* Your instructions *
In the listing that follows, the range to quote begins at the line that has "for (size_t i = 0; i < D; i++) team[i]" and ends after the line that has "assert_true(!clash || sum < 0);"; quote it verbatim and add nothing.

* Given information *
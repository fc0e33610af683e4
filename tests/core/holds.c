/* Tests of src/holds.c: groups against all subsets of lines. */
#include "matrices.h"

#include "../../src/holds.h"

/* whether the lines of this set of bits are held with each other, and the lowest eigenvalue of
 * their matrix */
static bool held_throughout(const double *m, const double *w, size_t d, unsigned set,
                            double *lowest)
{
    pool p = { .last = NULL };
    double part[64];
    size_t line[8], n = 0;
    for (size_t i = 0; i < d; i++)
        if (set >> i & 1) line[n++] = i;
    for (size_t a = 0; a < n; a++)
        for (size_t b = 0; b < n; b++) {
            if (a != b && !isinf(w[line[a] * d + line[b]])) return false;
            part[a * n + b] = m[line[a] * d + line[b]];
        }
    assert_int_equal(lowest_eigenvalue(part, n, lowest, &p), OK);
    return true;
}

/* The lowest eigenvalue of a group is at most that of its parts. So where groups do not overlap,
 * which is when being held is transitive, a clash is found exactly when some set of lines held
 * throughout has one. */
static void a_clash_is_found_when_some_set_has_one(void **unused)
{
    (void)unused;
    uint64_t state = 6;
    size_t clashes = 0, rounds = effort(200);
    for (size_t round = 0; round < rounds; round++) {
        pool p = { .last = NULL };
        enum { D = 8 };
        double *m = noisy_matrix(&state, D, 3, 0.3, &p), w[D * D], s[D * D], worst = 1, sum = 0;
        size_t team[D];
        for (size_t i = 0; i < D; i++) team[i] = random_below(&state, 3);
        for (size_t i = 0; i < D * D; i++) w[i] = team[i / D] == team[i % D] ? INFINITY : 1;
        for (unsigned set = 1; set < 1u << D; set++) {
            double lowest;
            if (held_throughout(m, w, D, set, &lowest)) worst = fmin(worst, lowest);
        }
        bool clash;
        assert_int_equal(clash_in_groups(m, w, D, 0.05, &clash, s, &p), OK);
        assert_int_equal(clash, worst < 0.05 - 8e-12);
        clashes += clash;
        for (size_t i = 0; clash && i < D * D; i++) {
            sum += s[i] * (m[i] - (i % (D + 1) ? 0 : 0.05));
            if (!isinf(w[i])) assert_same(s[i], 0);
        }
        assert_true(!clash || sum < 0);
        pool_empty(&p);
    }
    assert_in_range(clashes, rounds / 10, rounds - rounds / 10);
}

static void held_pairs_and_no_holds(void **unused)
{
    (void)unused;
    pool p = { .last = NULL };
    const double m[] = { 1, 1.5, 1.5, 1 }, w[] = { 1, 1, 1, 1 };
    const double hold[] = { 1, INFINITY, INFINITY, 1 };
    bool clash;
    assert_int_equal(clash_in_groups(m, hold, 2, 0, &clash, NULL, &p), OK);
    assert_true(clash);
    assert_int_equal(clash_in_groups(m, w, 2, 0, &clash, NULL, &p), OK);
    assert_false(clash);
    assert_null(p.last);
}

static void every_allocation_can_fail(void **unused)
{
    (void)unused;
    const double m[] = { 1, 1.5, 1.5, 1 }, hold[] = { 1, INFINITY, INFINITY, 1 };
    bool clash;
    for (size_t fail = 1; fail <= 6; fail++) {
        pool p = { .fail_at = fail };
        assert_int_equal(clash_in_groups(m, hold, 2, 0, &clash, NULL, &p), NO_MEMORY);
        assert_null(p.last);
    }
}

int main(void)
{
    const struct CMUnitTest tests[] = {
        cmocka_unit_test(a_clash_is_found_when_some_set_has_one),
        cmocka_unit_test(held_pairs_and_no_holds),
        cmocka_unit_test(every_allocation_can_fail),
    };
    return cmocka_run_group_tests(tests, NULL, NULL);
}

* Solution *
        for (size_t i = 0; i < D; i++) team[i] = random_below(&state, 3);
        for (size_t i = 0; i < D * D; i++) w[i] = team[i / D] == team[i % D] ? INFINITY : 1;
        for (unsigned set = 1; set < 1u << D; set++) {
            double lowest;
            if (held_throughout(m, w, D, set, &lowest)) worst = fmin(worst, lowest);
        }
        bool clash;
        assert_int_equal(clash_in_groups(m, w, D, 0.05, &clash, s, &p), OK);
        assert_int_equal(clash, worst < 0.05 - 8e-12);
        clashes += clash;
        for (size_t i = 0; clash && i < D * D; i++) {
            sum += s[i] * (m[i] - (i % (D + 1) ? 0 : 0.05));
            if (!isinf(w[i])) assert_same(s[i], 0);
        }
        assert_true(!clash || sum < 0);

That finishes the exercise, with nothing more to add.